Post

Deploying Voice Agents to Production

These are my notes on the session about deploying voice agents to production of the Voice Agents Course.

TLDR:

  • Use a voice AI provider for simple, scalable deployment for production.
  • Use a single VM or your homelab for demos.

Differences between voice agents and traditional apps:

  • are mostly in the transport
  • persistent connnection (minutes)
  • bidirectional streaming
  • stateful sessions

Voice agents in production need:

  • A http service for
    • API endpoints,
    • a website, and
    • webhooks,
    • spawning bots.
  • A media transport layer or service:
    • WebRTC based for client-to-server (udp), or
    • websocket based for server-to-server (tcp).
  • Bots (udp or tcp, connect to media transport layer)

Bots:

  • Are instances of the agents.
  • Can be written in Python with PipeCat.
  • Use STT, LLM, and TTS providers, which also are the main cost and latency drivers.
  • Usually come packaged with small models, eg. for voice activity detection (VAD)
  • Each spawned bot serves one session and needs allocated resources during the whole session:
    • 0,5 vCPU
    • 1 GB RAM
    • 40kbps for WebRTC audio (in 30-60 kbps range)
    • video requires more CPU (eg. 1 vCPU), and bandwidth
  • Need to be quickly available.
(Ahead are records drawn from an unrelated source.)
def test_spacing_between_slices_disagreeing_with_positions(tmp_path: Path) -> None:
    """SpacingBetweenSlices 6 and SliceThickness 5 while the slices lie 3.5 mm apart: the
    positions win, as in SimpleITK's reader (PS3.3 C.7.6.2.1.1)."""
    stored = _stored(n=4)
    paths = write_classic_series(tmp_path / "a", stored, spacing=(1.0, 1.0, 3.5), shuffle=False,
                                 extra={"SliceThickness": "5", "SpacingBetweenSlices": "6"})  # fmt: skip
    (stack,) = index_study(tmp_path).stacks
    reader = sitk.ImageSeriesReader()
    reader.SetFileNames([str(p) for p in paths])
    theirs = reader.Execute()
    assert stack.spacing_mm == pytest.approx(theirs.GetSpacing())
    assert stack.spacing_mm[2] == pytest.approx(3.5)


def test_signed_twelve_bit_pixels_with_rescale(tmp_path: Path) -> None:
    """PixelRepresentation 1 with BitsStored 12: values sign-extended from bit 11 (PS3.5 8.1.1)
    and rescaled, as pydicom's pixel_array and the rescale give."""
    values = np.random.default_rng(3).integers(-2048, 2048, (2, 6, 5)).astype(np.int16)
    paths = write_classic_series(tmp_path / "a", values, shuffle=False, rescale=(2.0, -100.0))
    for path in paths:
        ds = pydicom.dcmread(path)
        raw = ds.pixel_array.astype(np.uint16) & np.uint16(0x0FFF)  # 12-bit two's complement
        ds.PixelData = raw.tobytes()
        ds.BitsStored, ds.HighBit = 12, 11
        ds.save_as(path)
    (stack,) = index_study(tmp_path).stacks
    ours = sitk.GetArrayFromImage(load_stack(stack))
    for k, path in enumerate(paths):
        expected = pydicom.dcmread(path).pixel_array * 2.0 - 100.0
        np.testing.assert_array_equal(ours[k], expected)
    np.testing.assert_array_equal(ours, values * 2.0 - 100.0)


@pytest.mark.parametrize("syntax", ["1.2.840.10008.1.2", "1.2.840.10008.1.2.1"])
def test_fast_header_path_reads_the_private_elements_as_pydicom_does(
    tmp_path: Path, syntax: str
) -> None:
    """The scan's own header walk keeps the private creators and elements of every block it
    lists; pydicom's reader is the oracle (implicit VR: pydicom's private dictionary gives the
    VRs)."""
    from sigreport.ingest.header import read_frames

    ds = classic_slices(_stored(n=1), extra={"RepetitionTime": "9000", "EchoTime": "110",
                                              "ScanningSequence": ["SE", "IR"]})[0]  # fmt: skip
    path = save(_philips(ds, scale=0.125, ti_2001="2450"), tmp_path / "p.dcm", syntax)
    (fast,) = read_frames(path)
    (slow,) = read_frames(path, fast=False)
    assert fast.scaling == slow.scaling and fast.scaling.private_scale_slope == 0.125
    assert fast.acquisition == slow.acquisition
    assert fast.acquisition.inversion_time_ms == 2450.0
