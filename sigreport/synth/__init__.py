"""sigreport.synth"""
Target time-to-first-word:
    • 2-3 secs (web),
    • 3-5 secs (phone)

Ways to solve the “fast start challenge”:

  • percentage-based warm pool
  • fast startup times (caching, pre-loading)
  • proactive/predictive scheduling
  • fallbacks from reactive world (eg. UX based solutions, not just silent fails)

Infra providers:

  • need to support tcp and udp
  • voice ai providers are easiest (Pipecat Cloud, Daily, Vapi, Layercode)
  • Fly.io (and potentially other container platforms) are good if they support udp (Fly does)
  • ML focused provides are good for converged bots with larger models included (gpu clouds)
  • hyperscalers are flexible but complex
  • BTW: CloudRun does not support udp
  • demos can run on single VMs or even be served from a home lab
  • by serving everything converged, time-to-first word can get down to 500ms
  • otherwise 800-1000 ms is good enough and achievable
  • proximity to users matters (Daily plans global regions for PipeCat cloud, currently only us-west)
  • conn between servers can be implemented with WebSockets

After the session I have looked at the PipeCat examples and realized it should be easy enough to run a basic voice agent with PipeCat’s SmallWebRTCTransport on a virtual server hosted in Europe and then switch the transport and deploy it to production on PipeCat Cloud.

I will probably try that to see if the US based PipeCat cloud is fast enough for users in Europe and how much of a difference the longer network round trip time makes.

This post is licensed under CC BY 4.0 by the author.